Recycling company and scrapyard owner Lee Hazel has been ordered to pay nearly £2m under a confiscation order, the money he made from running an illegal waste site in Wiltshire.
In February 2016, Hazel received an 18-month prison sentence, suspended for two years for running an illegal waste operation. At the time, the court heard from the Environment Agency that it had closed Hazel’s site and that the O-licence for the company involved, Melksham Metals, had been revoked.
In July this year, Hazel appeared before Swindon Crown Court and was warned he would face an eight-year prison sentence if he failed to pay the full amount required by the confiscation order made under the Proceeds of Crime Act 2002.
This amount was originally £2.74m but Hazel’s lawyers appealed against this and it has been reduced to £1.99m. This was because the court ruled it had been wrong to include a figure for VAT when calculating how Hazel had benefited.

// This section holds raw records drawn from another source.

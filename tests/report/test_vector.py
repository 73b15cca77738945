"""Matplotlib figures replayed as vector paths: positions, determinism, the .rlvec route."""

from __future__ import annotations

import pdfplumber
import pytest
from matplotlib.figure import Figure

from sheets.report.vector import read_vector_file, record


def _line_figure():
    fig = Figure(figsize=(2, 1))  # 144 x 72 pt
    ax = fig.add_axes((0, 0, 1, 1))
    ax.set_axis_off()
    ax.set_xlim(0, 1)
    ax.set_ylim(0, 1)
    ax.plot([0.25, 0.75], [0.25, 0.75], color="#D55E00", lw=2)
    ax.fill([0.1, 0.2, 0.2], [0.8, 0.8, 0.9], color="#009E73", alpha=0.5)
    ax.text(0.5, 0.1, "N1", fontsize=8)
    return fig


def test_a_line_lands_where_the_axes_put_it(tmp_path):
    vector = record(_line_figure())
    assert (vector.width, vector.height) == (144, 72)
    path = tmp_path / "line.pdf"
    path.write_bytes(vector.pdf_bytes("line"))
    with pdfplumber.open(path) as pdf:
        page = pdf.pages[0]
        assert not page.images
        segments = page.lines + page.curves
        # data (0.25, 0.25)-(0.75, 0.75) in a unit axes filling a 144 x 72 pt page: (36, 18)-(108, 54) from the lower left
        hit = [s for s in segments if s["x0"] == pytest.approx(36, abs=0.05) and s["x1"] == pytest.approx(108, abs=0.05)
               and s["y0"] == pytest.approx(18, abs=0.05) and s["y1"] == pytest.approx(54, abs=0.05)]
        assert hit, segments
        # vermillion stroke, 2 pt wide
        assert tuple(round(c, 3) for c in hit[0]["stroking_color"]) == pytest.approx((0.835, 0.369, 0.0), abs=0.002)
        assert hit[0]["linewidth"] == pytest.approx(2.0)
        assert page.extract_text() == ""  # text drawn as outlines


def test_recording_is_deterministic():
    assert record(_line_figure()).pdf_bytes("x") == record(_line_figure()).pdf_bytes("x")


def test_savefig_rlvec_round_trip(tmp_path):
    fig = _line_figure()
    path = tmp_path / "fig.part.rlvec"
    fig.savefig(path, dpi=200, metadata={})
    assert read_vector_file(path) == record(_line_figure())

The ruling marks the conclusion of a five-year investigation into Hazel and Melksham Metals by the Environment Agency and Wiltshire Police.

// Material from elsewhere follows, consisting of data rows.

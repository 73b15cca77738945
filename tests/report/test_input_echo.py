"""The input echoed on the sheets and in the CSV files, checked against the project's own input files.

The invented atrium demo (313 nodes, 1,152 members, 44 supports, loads in CSV
files) is built once; the PDF is read back with pdfplumber (an independent
reader, test-only) and its input files are read here with the csv and tomllib
modules, not with the package's loader. The self-weight total is checked against
the closed form W = g sum(rho A L) over the members (weight = density x g x
volume: common practice), computed here from the input files.
"""

from __future__ import annotations

import csv
import json
import math
import os
import re
import subprocess
import sys
import tomllib
from pathlib import Path

import pdfplumber
import pytest

ROOT = Path(__file__).resolve().parents[2]
ATRIUM = ROOT / "demo_projects" / "atrium_grid"
G = 9.80665  # m/s^2, standard gravity (CGPM 1901)


def _read_csv(path: Path) -> list[dict[str, str]]:
    with path.open(newline="", encoding="utf-8") as f:
        return list(csv.DictReader(f))


@pytest.fixture(scope="module")
def atrium(tmp_path_factory):
    """(project TOML as data, input CSV rows, PDF path, text and smallest type of each PDF page) of one atrium build."""
    out = tmp_path_factory.mktemp("atrium") / "out"
    # built as a user builds it, by the command in a fresh process: its figure workers are forked
    # from a process with no threads left over from earlier tests
    env = dict(os.environ, PYTHONPATH=os.pathsep.join([str(ROOT)] + [p for p in [os.environ.get("PYTHONPATH")] if p]))
    run = subprocess.run([sys.executable, "-m", "sheets", "build", str(ATRIUM / "atrium_grid.toml"), "--out", str(out)],
                         env=env, capture_output=True, text=True, timeout=1200)
    assert run.returncode in (0, 5), run.stderr[-3000:]  # 5: the set is written; its cover carries design flags
    pdf_path = out / "atrium_grid.pdf"
    with pdfplumber.open(pdf_path) as pdf:
        pages = [page.extract_text() or "" for page in pdf.pages]
        # the type of every member id printed on a page (the compact tables' cells)
        ids = {row["id"] for row in _read_csv(ATRIUM / "members.csv")}
        smallest = [min((w["size"] for w in page.extract_words(extra_attrs=["size"]) if w["text"] in ids), default=99.0)
                    for page in pdf.pages]
    data = tomllib.loads((ATRIUM / "atrium_grid.toml").read_text(encoding="utf-8"))
    inputs = {"nodes": _read_csv(ATRIUM / "nodes.csv"), "members": _read_csv(ATRIUM / "members.csv")}
    for cid, case in data["cases"].items():
        inputs[cid] = _read_csv(ATRIUM / case["loads_file"])
    return data, inputs, pdf_path, pages, smallest


def _lines(pages: list[str]) -> list[str]:
    return [line for text in pages for line in text.splitlines()]


pytestmark = pytest.mark.slow  # one build of a 1,152-member frame for the module


def test_every_node_support_and_member_is_printed(atrium):
    data, inputs, _, pages, _ = atrium
    lines = _lines(pages)
    # the node table (two columns a page: up to two rows a text line): coordinates as given, then how it is held
    node_rows = {}
    for line in lines:
        for m in re.finditer(r"(\w+) (-?[\d.e+-]+) (-?[\d.e+-]+) (-?[\d.e+-]+) (free|fixed [xyz](?:, [xyz])*)", line):
            node_rows[m.group(1)] = m.groups()[1:]
    assert len(inputs["nodes"]) == 313 and len(data["supports"]) == 44
    for row in inputs["nodes"]:
        printed = node_rows[row["id"]]
        assert [float(v) for v in printed[:3]] == [float(row[a]) for a in "xyz"], row["id"]
        fixed = data["supports"].get(row["id"])
        assert printed[3] == ("fixed " + ", ".join(fixed) if fixed else "free"), row["id"]
    # the member table: one row per member with its ends, section and group
    member_rows = {}
    for line in lines:
        for m in re.finditer(r"(\w+) (\w+) (\w+) (CHS\d+) (bar|cable|strut) (.+?) (\d+\.\d+)(?= |$)", line):
            member_rows[m.group(1)] = m.groups()[1:]
    assert len(inputs["members"]) == 1152
    for row in inputs["members"]:
        start, end, section, role, group, length = member_rows[row["id"]]
        assert (start, end, section, group) == (row["start"], row["end"], row["section"], row["group"]), row["id"]
    # every support's reactions in every state: 44 rows under each of the 5 reactions tables
    supported = set(data["supports"])
    reaction_rows, inside = [], False
    for line in lines:
        inside = (inside or line == "Reactions") and not line.startswith("Checks on the solution")
        if inside:
            reaction_rows += [m.group(1) for m in re.finditer(r"(\w+) (free|-?[\d,.]+) (free|-?[\d,.]+) (free|-?[\d,.]+)", line)
                              if m.group(1) in supported]
    states = len(data["cases"]) + len(data["combinations"])
    assert sorted(reaction_rows) == sorted(list(supported) * states)  # every support once in each state's table
    assert "are shown; all of them are in" not in " ".join(lines)


def test_long_tables_continue_under_a_repeated_header(atrium):
    _, inputs, _, pages, smallest = atrium
    header = "Member Start End Section Role Group"  # "Length [m]" may wrap in a narrow column
    ids = {row["id"] for row in inputs["members"]}
    row = re.compile(r"(?:^| )(\w+) \w+ \w+ CHS\d+ (?:bar|cable|strut) ")
    with_rows = [i for i, text in enumerate(pages) if any(m in ids for m in row.findall(text))]
    assert len(with_rows) >= 5  # 1,152 rows cannot fit on one page, nor on two in two columns
    assert with_rows == list(range(with_rows[0], with_rows[-1] + 1))  # consecutive pages
    for i in with_rows:
        assert header in pages[i], f"page {i + 1} continues the member table without its header"
    assert min(smallest[i] for i in with_rows) >= 6.4  # compact tables stay legible (6.5 pt)
    # the node table runs in two columns a page, each under the header
    node_ids = {row["id"] for row in inputs["nodes"]}
    node_row = re.compile(r"(\w+) -?[\d.e+-]+ -?[\d.e+-]+ -?[\d.e+-]+ (?:free|fixed)")
    node_pages = [i for i, text in enumerate(pages) if any(m in node_ids for m in node_row.findall(text))]
    assert len(node_pages) >= 2
    for i in node_pages:
        assert "Node x [m] y [m] z [m] Support Node x [m] y [m] z [m] Support" in pages[i].splitlines(), i + 1


def _printed_loads(lines: list[str], node_ids: set[str]) -> dict[str, dict[str, list[float]]]:
    """{case id: {node: [fx, fy, fz(, self-weight fz)]}} read from the 'Nodal loads of case' tables."""
    out: dict[str, dict[str, list[float]]] = {}
    case = None
    for line in lines:
        head = re.match(r"^Nodal loads of case (\S+): ", line)
        if head:
            case = head.group(1)
            out[case] = {}
            continue
        if case is None:
            continue
        row = None  # a text line holds one row, or two where the table runs in two columns
        for word in line.split():
            if word in node_ids or word == "Sum":
                row = out[case].setdefault(word, [])
            elif row is not None and re.fullmatch(r"-?[\d.]+(e[+-]\d+)?", word):
                row.append(float(word))
            else:
                row = None
        if "Sum" in out[case]:
            case = None
    return out


def _self_weight_total(data: dict, members: list[dict[str, str]], nodes: list[dict[str, str]]) -> float:
    """W = g sum(rho A L) in kN, from the input files (areas in mm^2, density in kg/m^3)."""
    xyz = {n["id"]: [float(n[a]) for a in "xyz"] for n in nodes}
    rho = float(data["materials"]["S355"]["density"].split()[0])
    total = 0.0
    for m in members:
        area = float(data["sections"][m["section"]]["area"]) * 1e-6
        total += rho * area * math.dist(xyz[m["start"]], xyz[m["end"]]) * G
    return total / 1000.0


def test_nodal_loads_match_the_input_files(atrium):
    data, inputs, _, pages, _ = atrium
    node_ids = {n["id"] for n in inputs["nodes"]}
    printed = _printed_loads(_lines(pages), node_ids)
    assert set(printed) == set(data["cases"])
    for cid, case in data["cases"].items():
        table = printed[cid]
        given = {row["node"]: [float(row[c]) for c in ("fx", "fy", "fz")] for row in inputs[cid]}
        for node, values in given.items():
            assert table[node][:3] == values, (cid, node)  # as given, to every digit
        for node, values in table.items():
            if node not in given and node != "Sum":
                assert values[:3] == [0.0, 0.0, 0.0], (cid, node)  # a node loaded by self-weight alone
        sums = [sum(v[k] for v in given.values()) for k in range(3)]
        assert table["Sum"][:3] == pytest.approx(sums, abs=1e-9)
        if case.get("self_weight"):
            weight = _self_weight_total(data, inputs["members"], inputs["nodes"])
            assert table["Sum"][3] == pytest.approx(-weight, rel=1e-5)  # 6 significant digits printed
            assert sum(v[3] for n, v in table.items() if n != "Sum") == pytest.approx(-weight, rel=1e-4)
        else:
            assert all(len(v) == 3 for v in table.values())  # no self-weight column


def test_nodes_and_loads_csv_match_the_input(atrium):
    data, inputs, pdf_path, _, _ = atrium
    out = pdf_path.parent
    nodes = _read_csv(out / "csv" / "nodes.csv")
    assert [n["node"] for n in nodes] == [n["id"] for n in inputs["nodes"]]
    for written, given in zip(nodes, inputs["nodes"]):
        assert [float(written[f"{a} [m]"]) for a in "xyz"] == pytest.approx([float(given[a]) for a in "xyz"], abs=1e-12)
        fixed = data["supports"].get(given["id"], "")
        assert [written[f"fixed {a}"] for a in "xyz"] == [str(a in fixed) for a in "xyz"]
    loads = _read_csv(out / "csv" / "loads.csv")
    for cid, case in data["cases"].items():
        rows = {r["node"]: r for r in loads if r["case"] == cid}
        for given in inputs[cid]:
            row = rows[given["node"]]
            assert [float(row[f"applied f{a} [kN]"]) for a in "xyz"] == pytest.approx(
                [float(given[f"f{a}"]) for a in "xyz"], rel=1e-12, abs=1e-12)
        weight = sum(float(r["self-weight fz [kN]"]) for r in rows.values())
        expected = -_self_weight_total(data, inputs["members"], inputs["nodes"]) if case.get("self_weight") else 0.0
        assert weight == pytest.approx(expected, rel=1e-9, abs=1e-12)
        assert all(float(r["self-weight fx [kN]"]) == 0 == float(r["self-weight fy [kN]"]) for r in rows.values())
    issued = " ".join(" ".join(text.split()) for text in atrium[3])
    assert "csv/nodes.csv" in issued and "csv/loads.csv" in issued


def test_results_json_echoes_the_loads_and_basis(atrium):
    data, inputs, pdf_path, _, _ = atrium
    doc = json.loads((pdf_path.parent / "results.json").read_text())
    assert doc["project"]["basis"]["design_code"] == data["project"]["basis"]["design_code"]
    assert doc["project"]["basis"]["assumptions"] == data["project"]["basis"]["assumptions"]
    cases = {c["id"]: c for c in doc["load_cases"]}
    for cid in data["cases"]:
        given = {row["node"]: [float(row[c]) for c in ("fx", "fy", "fz")] for row in inputs[cid]}
        applied = {n: v for n, v in given.items() if any(v)}
        assert cases[cid]["applied"].keys() == applied.keys()
        for node, vector in applied.items():  # node by node: pytest.approx takes no nested mappings
            assert cases[cid]["applied"][node] == pytest.approx(vector, rel=1e-12, abs=1e-12)
        state = next(s for s in doc["states"] if s["id"] == cid)  # a state's loads = applied + self-weight
        for node, total in state["loads"].items():
            parts = [a + w for a, w in zip(cases[cid]["applied"].get(node, [0, 0, 0]),
                                           cases[cid]["self_weight_loads"].get(node, [0, 0, 0]))]
            assert total == pytest.approx(parts, rel=1e-12, abs=1e-12)


def test_design_basis_page_prints_the_basis(atrium):
    data, _, _, pages, _ = atrium
    page = " ".join(next(t for t in pages if "Design basis\n" in t and "Basis given in the project file" in t).split())
    basis = data["project"]["basis"]
    assert f"Design code named by the engineer: {basis['design_code']}" in page
    for text in basis["assumptions"] + basis["load_derivation"] + basis["notes"]:
        assert " ".join(text.split()) in page, text
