def test_the_hand_method_itself_holds_known_cases():
    """Checks of the worked method: an apex load on a simply supported truss gives the end panel's top chord
    R / sin(slope) in compression (joint L0 alone); a load at a bottom chord joint with only a vertical above
    it hangs on that vertical alone (joint L1: V1 carries the load in tension)."""
    t = hand_force_changes("U3", -1.0)
    slope = np.arctan2(0.8038, 3.0)
    assert t["T1"] == pytest.approx(-0.5 / np.sin(slope))
    assert t["B1"] == pytest.approx(0.5 / np.tan(slope))
    assert t["V1"] == pytest.approx(0.0, abs=1e-12) and t["V5"] == pytest.approx(0.0, abs=1e-12)
    assert hand_force_changes("L1", -1.0)["V1"] == pytest.approx(1.0)


def _expected(node: str, load: float, largest: float) -> list[str]:
    """The members whose force the load changes by more than 1 % of the state's largest force, by hand;
    every member clearly on one side of that line (the rounded coordinates make some forces tiny, not zero)."""
    t = hand_force_changes(node, load)
    for m, v in t.items():
        assert not 0.5 * 0.01 * largest < abs(v) < 2 * 0.01 * largest, f"{m} too close to the threshold"
    return sorted(m for m, v in t.items() if abs(v) > 0.01 * largest)


@pytest.mark.parametrize(("node", "old", "new"), [("U3", -8.1, -20.1), ("L2", -2.0, -14.0)])
def test_which_members_a_load_change_moves(node, old, new, tmp_path):
    """The apex load goes down the rafters, straight from eaves to apex: by the zero-force rule at U1 and U2
    (and L1, L5) no web member takes any of it, only the chords. A load at L2 climbs V2 and crosses the webs."""
    text = ROOF.read_text(encoding="utf-8")
    changed = text.replace(f"loads.{node} = [0, {old}]", f"loads.{node} = [0, {new}]", 1)
    assert changed != text
    (tmp_path / "old.toml").write_text(text, encoding="utf-8")
    (tmp_path / "new.toml").write_text(changed, encoding="utf-8")
    docs = [results_of(tmp_path / "old.toml"), results_of(tmp_path / "new.toml")]
    c = compare_results(*docs)
    in_g = {x.item: x for x in c.forces if x.state == "G"}
    largest = max(abs(v) for doc in docs for s in doc["states"] if s["id"] == "G" for v in s["forces"].values())
    expected = _expected(node, new - old, largest)
    assert sorted(in_g) == expected
    hand = hand_force_changes(node, new - old)
    for m, x in in_g.items():
        assert (x.new - x.old) / 1e3 == pytest.approx(hand[m], rel=1e-6)
    if node == "U3":
        assert expected == sorted(f"{c}{i}" for c in "BT" for i in range(1, 7))


def test_a_load_change_names_exactly_the_members_the_method_of_joints_finds(roofs, tmp_path):
    result = build_sheets(roofs["load"], tmp_path / "out", compare=roofs["old"])
    doc = json.loads((result.pdf.parent / "results.json").read_text(encoding="utf-8"))
    new_g = next(s for s in doc["states"] if s["id"] == "G")["forces"]
    hand = hand_force_changes("L2", NEW_L2 - OLD_L2)
    largest = max(abs(v) for m, v in new_g.items() for v in (v, v - hand[m]))  # new, and old = new - change
    expected = _expected("L2", NEW_L2 - OLD_L2, largest)
    c = result.comparison
    assert sorted(x.item for x in c.forces if x.state == "G") == expected
    assert list(c.changed_members) == expected  # the combinations with G move the same members, S and W none
    assert [(x.what, x.item, x.state) for x in c.loads] == [("load", "L2", "G")] and c.geometry == ()
    # the sheets name exactly those members, in the summary row and in the table of state G
    text = _pdf_text(result.pdf)
    assert sorted(_members_changed_line(text)) == expected
    assert f"Member forces changed, state G: {len(expected)} members" in text
    row = re.search(r"G L2 \(0, (-[\d.]+)\) \(0, (-[\d.]+)\)", text)  # self-weight included, 6 significant digits
    assert row and float(row.group(2)) - float(row.group(1)) == pytest.approx(NEW_L2 - OLD_L2, abs=1e-4)


def test_a_load_change_and_a_moved_node_agree_with_sheets_diff(roofs, tmp_path, capsys):
    out, cmp_json = tmp_path / "out", tmp_path / "diff.json"
    code = cli.main(["build", str(roofs["both"]), "--out", str(out), "--compare", str(roofs["old"])])
    assert code in (0, 5)  # 5: the demo's design flags (uplift), as without --compare
    printed = " ".join(capsys.readouterr().out.split())
    assert cli.main(["diff", str(roofs["old"]), str(roofs["both"]), "--json", str(cmp_json)]) == 0
    capsys.readouterr()
    diff = json.loads(cmp_json.read_text(encoding="utf-8"))
    doc = json.loads((out / "results.json").read_text(encoding="utf-8"))
    assert doc["comparison"] == diff  # the build's own results give the same comparison as solving the project again
    changed = diff["changed_members"]
    assert [(g["what"], g["item"]) for g in diff["geometry"]] == [("node moved", "U2")]
    text = _pdf_text(out / "both.pdf")
    assert sorted(_members_changed_line(text)) == sorted(changed)
    assert f"{len(changed)} members changed" in printed
    # the section's tables: the moved node with its coordinates, the changed load, a force table per changed state
    assert "node moved U2 (6.000, 1.608) (6.000, 1.750)" in text
    states = sorted({f["state"] for f in diff["member_forces"]})
    for state in states:
        n = sum(1 for f in diff["member_forces"] if f["state"] == state)
        assert f"Member forces changed, state {state}: {n} member" in text
    # the figure: written, listed with the issued files and placed in the section with its caption
    figure = out / "figures" / "revision-changes.pdf"
    assert figure.is_file() and figure.read_bytes().startswith(b"%PDF")
    assert "figures/revision-changes.pdf" in text and "Members changed from the earlier revision" in text
    assert "figures/revision-changes.pdf" in json.loads((out / "manifest.json").read_text(encoding="utf-8"))["files"]
    # the cover records the comparison, with the earlier revision's fingerprint
    old_fingerprint = results_of(roofs["old"])["project"]["fingerprint"][:12]
    cover = text[:text.index("Contents")]
    assert f"Compared with Ostrel Lane Depot - roof truss T2 revision B (fingerprint {old_fingerprint}): " \
           f"{len(changed)} members changed" in cover
    assert "Revision comparison" in text[text.index("Contents"):]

Hazel was warned on several occasions about unlawful waste activities, including illegal disposal of waste on farmland, and processing waste without an environmental permit. He is owner and sole director of Melksham Metals.
An Environment Agency spokesperson said: “These were serious offences committed by a waste operator who has little respect for the law and the environment. He was motivated by financial gain and carried out unauthorised activities over a number of years. The case should serve as a warning to anyone in the waste industry who thinks they can flout the law.”

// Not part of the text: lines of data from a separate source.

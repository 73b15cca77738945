"""Large frames: every table prints every row, continued over pages; nothing is left to the CSV files alone."""

from __future__ import annotations

import re

import numpy as np
import pdfplumber

from sheets.analysis import analyse
from sheets.analysis.member_checks import member_checks
from sheets.model import load_project
from sheets.report.assemble import assemble
from sheets.report.templates import load_template

PANELS = 60


def _long_truss(folder):
    """An invented 60-panel Pratt truss (241 members): long enough that every table is cut."""
    nodes = [f'L{i} = [{i * 2.0}, 0]' for i in range(PANELS + 1)] + [f'U{i} = [{i * 2.0}, 2.5]' for i in range(PANELS + 1)]
    members = []
    for i in range(PANELS):
        members.append(f'B{i} = {{ ends = ["L{i}", "L{i + 1}"], group = "bottom" }}')
        members.append(f'T{i} = {{ ends = ["U{i}", "U{i + 1}"], group = "top" }}')
        a, b = (f"L{i}", f"U{i + 1}") if i < PANELS // 2 else (f"U{i}", f"L{i + 1}")
        members.append(f'D{i} = {{ ends = ["{a}", "{b}"], group = "web" }}')
    for i in range(PANELS + 1):
        members.append(f'V{i} = {{ ends = ["L{i}", "U{i}"], group = "web" }}')
    loads = ", ".join(f"U{i} = [0, -10]" for i in range(1, PANELS))
    text = f"""
[project]
title = "Long test truss"
date = "2026-01-05"
revision = "A"

[materials.steel]
elastic_modulus = "210 GPa"
yield_strength = "355 MPa"

[sections.S]
material = "steel"
area = "3000 mm^2"
second_moment = "9e6 mm^4"

[member_defaults]
section = "S"

[nodes]
{chr(10).join(nodes)}

[members]
{chr(10).join(members)}

[supports]
L0 = "xy"
L{PANELS} = "y"

[cases.G]
title = "Roof load"
loads = {{ {loads} }}

[design]
partial_factor = 1.0
effective_length_factor = 1.0
slenderness_limit = 200
"""
    path = folder / "long.toml"
    path.write_text(text)
    return path


def _reading_order(pages: list[str], row: str) -> list[tuple]:
    """Rows of a table set in one or two columns a page: down the left column, then down the right one."""
    out = []
    for text in pages:
        left, right = [], []
        for line in text.splitlines():
            found = re.findall(row, line)
            left += found[:1]
            right += found[1:]
        out += left + right
    return out


def test_tables_list_every_member_in_order(tmp_path):
    analysis = analyse(load_project(_long_truss(tmp_path)))
    checks = member_checks(analysis)
    template = load_template("a4-portrait")
    pdf = tmp_path / "long.pdf"
    pdf.write_bytes(assemble(analysis, checks, (), template))
    with pdfplumber.open(pdf) as doc:
        pages = [page.extract_text() or "" for page in doc.pages]
    text = "\n".join(pages)
    p = analysis.project
    assert p.n_members > template.table_rows  # long enough that the old sheets cut the tables
    # the member forces table prints every member, in the project's order, with its force to the printed precision
    printed = _reading_order(pages, r"(\w+) (L\d+|U\d+)-(L\d+|U\d+) [\d.]+ (-?[\d,.]+) (?:tension|compression|zero)")
    assert [row[0] for row in printed] == list(p.member_ids)
    forces = analysis.states[0].forces / p.units.factor("force")
    assert np.allclose([float(row[3].replace(",", "")) for row in printed], forces, atol=0.006)
    assert "are shown; all of them are in" not in text
    # the envelope and the member checks list every member too (one row each)
    flat = " ".join(text.split())
    assert "Every member checked, largest utilisation first" in flat
    for mid in p.member_ids:
        assert len(re.findall(rf"(?:^| ){mid} ", text, re.M)) >= 3, mid  # the members, forces and envelope tables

Hazel was first caught in August 2011 after an enforcement officer from Wiltshire Council found various waste materials including chalky stone, tarmac road planings and concrete pipes dumped in fields beside the disused Wiltshire to Berkshire canal.
Environment Agency officers visited Queenfield Farm in September that year, where they saw one of the company’s trucks laden with stone waste enter the farm. Waste transfer fines – small particles of waste – were also seen. The officer followed a line of chalky liquid in the road outside the farm back to Station Yard, Melksham Metals’ site, and reported the incident to the Environment Agency. The Environment Agency requested copies of waste transfer notes from Hazel for the previous two years. He claimed the company had never tipped waste at the farm and said the truck had been taking the waste to a permitted site in Chippenham. This contradicted what the driver had told officers.
The February 2016 hearing followed two earlier trials at Swindon in 2014, when Hazel and the company were found guilty of dumping waste.
In November 2015, Hazel and his firm pleaded guilty to a further five charges each relating to unauthorised waste activities. They admitted the unauthorised treatment of controlled waste at Station Yard from 2004 to 2008, breaching a waste control licence, operating a regulated facility without a permit and having waste without authorisation.